Where does the string "shift" appear in the listing below? Copy every line where it does.

====== Dataset extract

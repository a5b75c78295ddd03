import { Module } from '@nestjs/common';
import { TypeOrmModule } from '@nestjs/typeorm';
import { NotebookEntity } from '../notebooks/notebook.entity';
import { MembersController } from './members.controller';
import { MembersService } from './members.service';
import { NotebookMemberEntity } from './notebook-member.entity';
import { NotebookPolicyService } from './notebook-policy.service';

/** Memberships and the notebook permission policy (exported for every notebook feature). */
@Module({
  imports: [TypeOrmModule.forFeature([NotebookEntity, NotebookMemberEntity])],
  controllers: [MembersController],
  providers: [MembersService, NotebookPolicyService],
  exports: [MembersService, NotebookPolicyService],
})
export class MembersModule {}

============
====== Dataset extract

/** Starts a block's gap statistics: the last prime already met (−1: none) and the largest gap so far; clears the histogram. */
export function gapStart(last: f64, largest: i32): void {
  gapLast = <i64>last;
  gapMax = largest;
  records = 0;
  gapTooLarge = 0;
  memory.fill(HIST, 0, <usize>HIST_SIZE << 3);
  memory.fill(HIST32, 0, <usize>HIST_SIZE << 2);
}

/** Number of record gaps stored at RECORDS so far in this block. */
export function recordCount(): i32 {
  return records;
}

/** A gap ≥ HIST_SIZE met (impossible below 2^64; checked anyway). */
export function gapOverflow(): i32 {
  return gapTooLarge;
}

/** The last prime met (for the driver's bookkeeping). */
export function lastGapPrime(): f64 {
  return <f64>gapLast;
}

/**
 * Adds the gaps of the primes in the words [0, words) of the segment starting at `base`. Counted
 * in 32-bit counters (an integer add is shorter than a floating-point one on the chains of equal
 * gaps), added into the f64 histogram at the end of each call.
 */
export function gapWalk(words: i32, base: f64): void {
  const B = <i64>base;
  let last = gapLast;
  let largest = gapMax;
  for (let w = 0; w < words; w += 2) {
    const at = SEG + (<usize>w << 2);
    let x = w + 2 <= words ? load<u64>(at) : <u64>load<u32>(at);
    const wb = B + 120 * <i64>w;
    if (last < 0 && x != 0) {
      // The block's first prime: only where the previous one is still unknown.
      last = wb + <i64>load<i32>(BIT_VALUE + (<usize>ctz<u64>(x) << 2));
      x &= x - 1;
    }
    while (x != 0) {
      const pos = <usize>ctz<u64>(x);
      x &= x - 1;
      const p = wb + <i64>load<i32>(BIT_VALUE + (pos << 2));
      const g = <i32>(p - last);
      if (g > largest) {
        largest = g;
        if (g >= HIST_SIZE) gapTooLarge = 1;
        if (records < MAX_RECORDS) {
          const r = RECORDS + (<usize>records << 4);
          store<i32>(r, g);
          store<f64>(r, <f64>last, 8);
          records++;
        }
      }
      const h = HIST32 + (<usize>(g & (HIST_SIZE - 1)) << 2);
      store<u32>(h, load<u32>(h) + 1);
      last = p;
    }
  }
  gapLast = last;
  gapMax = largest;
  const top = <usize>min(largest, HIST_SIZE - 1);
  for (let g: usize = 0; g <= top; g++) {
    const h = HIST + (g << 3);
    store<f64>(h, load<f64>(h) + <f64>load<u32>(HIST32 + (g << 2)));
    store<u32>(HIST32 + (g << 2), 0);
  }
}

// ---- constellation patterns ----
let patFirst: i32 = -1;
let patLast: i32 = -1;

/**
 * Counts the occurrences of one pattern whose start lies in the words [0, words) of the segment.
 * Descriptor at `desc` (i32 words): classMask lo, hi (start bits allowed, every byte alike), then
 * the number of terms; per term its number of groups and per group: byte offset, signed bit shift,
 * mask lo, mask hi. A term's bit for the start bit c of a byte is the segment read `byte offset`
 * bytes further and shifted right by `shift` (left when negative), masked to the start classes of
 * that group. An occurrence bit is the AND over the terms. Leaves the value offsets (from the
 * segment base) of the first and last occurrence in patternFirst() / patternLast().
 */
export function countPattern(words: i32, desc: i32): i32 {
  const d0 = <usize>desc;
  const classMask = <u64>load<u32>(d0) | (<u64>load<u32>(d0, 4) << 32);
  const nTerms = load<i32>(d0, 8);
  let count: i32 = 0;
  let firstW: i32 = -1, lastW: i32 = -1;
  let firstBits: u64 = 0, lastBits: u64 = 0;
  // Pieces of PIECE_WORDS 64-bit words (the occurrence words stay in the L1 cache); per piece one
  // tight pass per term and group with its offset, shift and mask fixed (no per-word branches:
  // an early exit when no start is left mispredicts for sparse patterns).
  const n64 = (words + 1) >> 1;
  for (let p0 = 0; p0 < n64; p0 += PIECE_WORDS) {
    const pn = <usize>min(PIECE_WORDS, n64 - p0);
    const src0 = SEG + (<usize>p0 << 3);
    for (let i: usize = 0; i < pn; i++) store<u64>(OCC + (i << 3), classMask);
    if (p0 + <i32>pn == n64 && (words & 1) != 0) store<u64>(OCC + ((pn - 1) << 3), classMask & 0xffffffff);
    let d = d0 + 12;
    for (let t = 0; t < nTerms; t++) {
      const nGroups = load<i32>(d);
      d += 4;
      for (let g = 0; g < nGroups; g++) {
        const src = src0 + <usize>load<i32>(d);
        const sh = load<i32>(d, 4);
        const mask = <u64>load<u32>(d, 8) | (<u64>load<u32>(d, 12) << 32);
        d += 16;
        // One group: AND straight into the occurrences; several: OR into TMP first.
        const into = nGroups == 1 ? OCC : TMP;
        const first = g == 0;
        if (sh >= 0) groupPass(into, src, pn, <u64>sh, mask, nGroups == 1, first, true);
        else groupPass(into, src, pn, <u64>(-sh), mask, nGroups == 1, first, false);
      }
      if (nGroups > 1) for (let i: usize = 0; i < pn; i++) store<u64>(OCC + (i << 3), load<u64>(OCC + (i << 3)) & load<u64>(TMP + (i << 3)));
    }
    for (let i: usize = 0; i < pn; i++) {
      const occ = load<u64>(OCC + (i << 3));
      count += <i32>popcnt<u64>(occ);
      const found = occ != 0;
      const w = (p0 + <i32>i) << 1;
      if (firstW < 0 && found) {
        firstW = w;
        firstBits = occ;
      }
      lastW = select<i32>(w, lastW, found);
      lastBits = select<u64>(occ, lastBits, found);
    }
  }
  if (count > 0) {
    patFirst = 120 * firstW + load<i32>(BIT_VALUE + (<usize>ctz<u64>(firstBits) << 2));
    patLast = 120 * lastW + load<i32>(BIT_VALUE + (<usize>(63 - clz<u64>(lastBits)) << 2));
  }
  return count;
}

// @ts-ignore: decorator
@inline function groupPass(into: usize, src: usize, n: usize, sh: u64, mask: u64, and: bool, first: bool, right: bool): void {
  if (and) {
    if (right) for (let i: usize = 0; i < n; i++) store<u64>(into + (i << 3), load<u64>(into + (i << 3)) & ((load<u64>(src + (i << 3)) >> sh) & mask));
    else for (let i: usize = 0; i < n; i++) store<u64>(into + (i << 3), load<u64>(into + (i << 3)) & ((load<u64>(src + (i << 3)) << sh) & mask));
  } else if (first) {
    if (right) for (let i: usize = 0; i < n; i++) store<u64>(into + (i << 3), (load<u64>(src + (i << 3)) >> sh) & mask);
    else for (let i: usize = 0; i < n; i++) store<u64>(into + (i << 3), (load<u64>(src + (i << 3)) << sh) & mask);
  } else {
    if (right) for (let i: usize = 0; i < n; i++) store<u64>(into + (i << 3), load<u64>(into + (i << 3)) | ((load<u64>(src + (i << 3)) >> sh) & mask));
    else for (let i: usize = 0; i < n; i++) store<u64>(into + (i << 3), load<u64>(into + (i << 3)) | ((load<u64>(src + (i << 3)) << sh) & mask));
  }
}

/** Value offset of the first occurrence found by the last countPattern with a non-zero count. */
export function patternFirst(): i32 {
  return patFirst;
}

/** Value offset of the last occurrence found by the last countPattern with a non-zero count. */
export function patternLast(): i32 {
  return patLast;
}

============
====== Dataset extract

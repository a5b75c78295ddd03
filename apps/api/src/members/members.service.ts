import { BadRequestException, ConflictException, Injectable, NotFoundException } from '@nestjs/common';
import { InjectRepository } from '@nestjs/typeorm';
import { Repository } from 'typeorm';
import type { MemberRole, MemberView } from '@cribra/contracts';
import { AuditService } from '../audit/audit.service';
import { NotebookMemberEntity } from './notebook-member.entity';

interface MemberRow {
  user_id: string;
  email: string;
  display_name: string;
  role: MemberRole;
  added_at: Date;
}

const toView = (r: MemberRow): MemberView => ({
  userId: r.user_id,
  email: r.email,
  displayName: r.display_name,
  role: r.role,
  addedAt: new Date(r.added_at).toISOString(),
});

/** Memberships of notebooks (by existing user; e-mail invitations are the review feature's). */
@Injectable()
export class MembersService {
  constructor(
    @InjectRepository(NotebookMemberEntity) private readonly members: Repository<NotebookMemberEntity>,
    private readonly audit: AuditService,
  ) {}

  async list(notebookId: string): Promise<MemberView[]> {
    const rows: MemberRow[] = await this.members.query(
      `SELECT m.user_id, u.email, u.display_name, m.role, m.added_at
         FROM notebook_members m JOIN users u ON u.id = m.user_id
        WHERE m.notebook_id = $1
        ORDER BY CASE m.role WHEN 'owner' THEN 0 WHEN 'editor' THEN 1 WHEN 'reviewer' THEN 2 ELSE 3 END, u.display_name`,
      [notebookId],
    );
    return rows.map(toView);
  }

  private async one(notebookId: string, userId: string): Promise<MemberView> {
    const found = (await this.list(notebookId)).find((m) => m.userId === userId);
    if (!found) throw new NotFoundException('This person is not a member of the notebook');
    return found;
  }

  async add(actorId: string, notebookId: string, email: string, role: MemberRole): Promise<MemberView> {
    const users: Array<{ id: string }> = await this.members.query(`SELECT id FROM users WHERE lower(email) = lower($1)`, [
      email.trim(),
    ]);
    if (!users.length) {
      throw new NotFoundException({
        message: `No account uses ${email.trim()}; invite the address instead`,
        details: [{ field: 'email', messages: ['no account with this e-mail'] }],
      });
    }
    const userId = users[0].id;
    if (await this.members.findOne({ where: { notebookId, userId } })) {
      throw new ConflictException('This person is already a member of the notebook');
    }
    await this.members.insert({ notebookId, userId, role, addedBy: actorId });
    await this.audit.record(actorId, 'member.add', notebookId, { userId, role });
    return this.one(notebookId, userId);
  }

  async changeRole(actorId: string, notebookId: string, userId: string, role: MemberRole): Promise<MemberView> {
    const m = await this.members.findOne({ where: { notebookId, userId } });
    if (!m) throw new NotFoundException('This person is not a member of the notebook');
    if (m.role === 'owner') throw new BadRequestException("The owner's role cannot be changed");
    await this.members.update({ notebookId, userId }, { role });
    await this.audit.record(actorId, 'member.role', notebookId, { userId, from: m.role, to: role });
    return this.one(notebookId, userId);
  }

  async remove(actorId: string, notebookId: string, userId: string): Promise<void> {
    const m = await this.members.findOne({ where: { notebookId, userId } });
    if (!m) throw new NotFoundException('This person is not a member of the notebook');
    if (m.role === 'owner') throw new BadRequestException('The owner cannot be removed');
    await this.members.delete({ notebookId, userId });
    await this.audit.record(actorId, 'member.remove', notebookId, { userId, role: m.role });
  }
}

============

Response to this task:
 * the number of terms; per term its number of groups and per group: byte offset, signed bit shift,
 * bytes further and shifted right by `shift` (left when negative), masked to the start classes of
  // tight pass per term and group with its offset, shift and mask fixed (no per-word branches:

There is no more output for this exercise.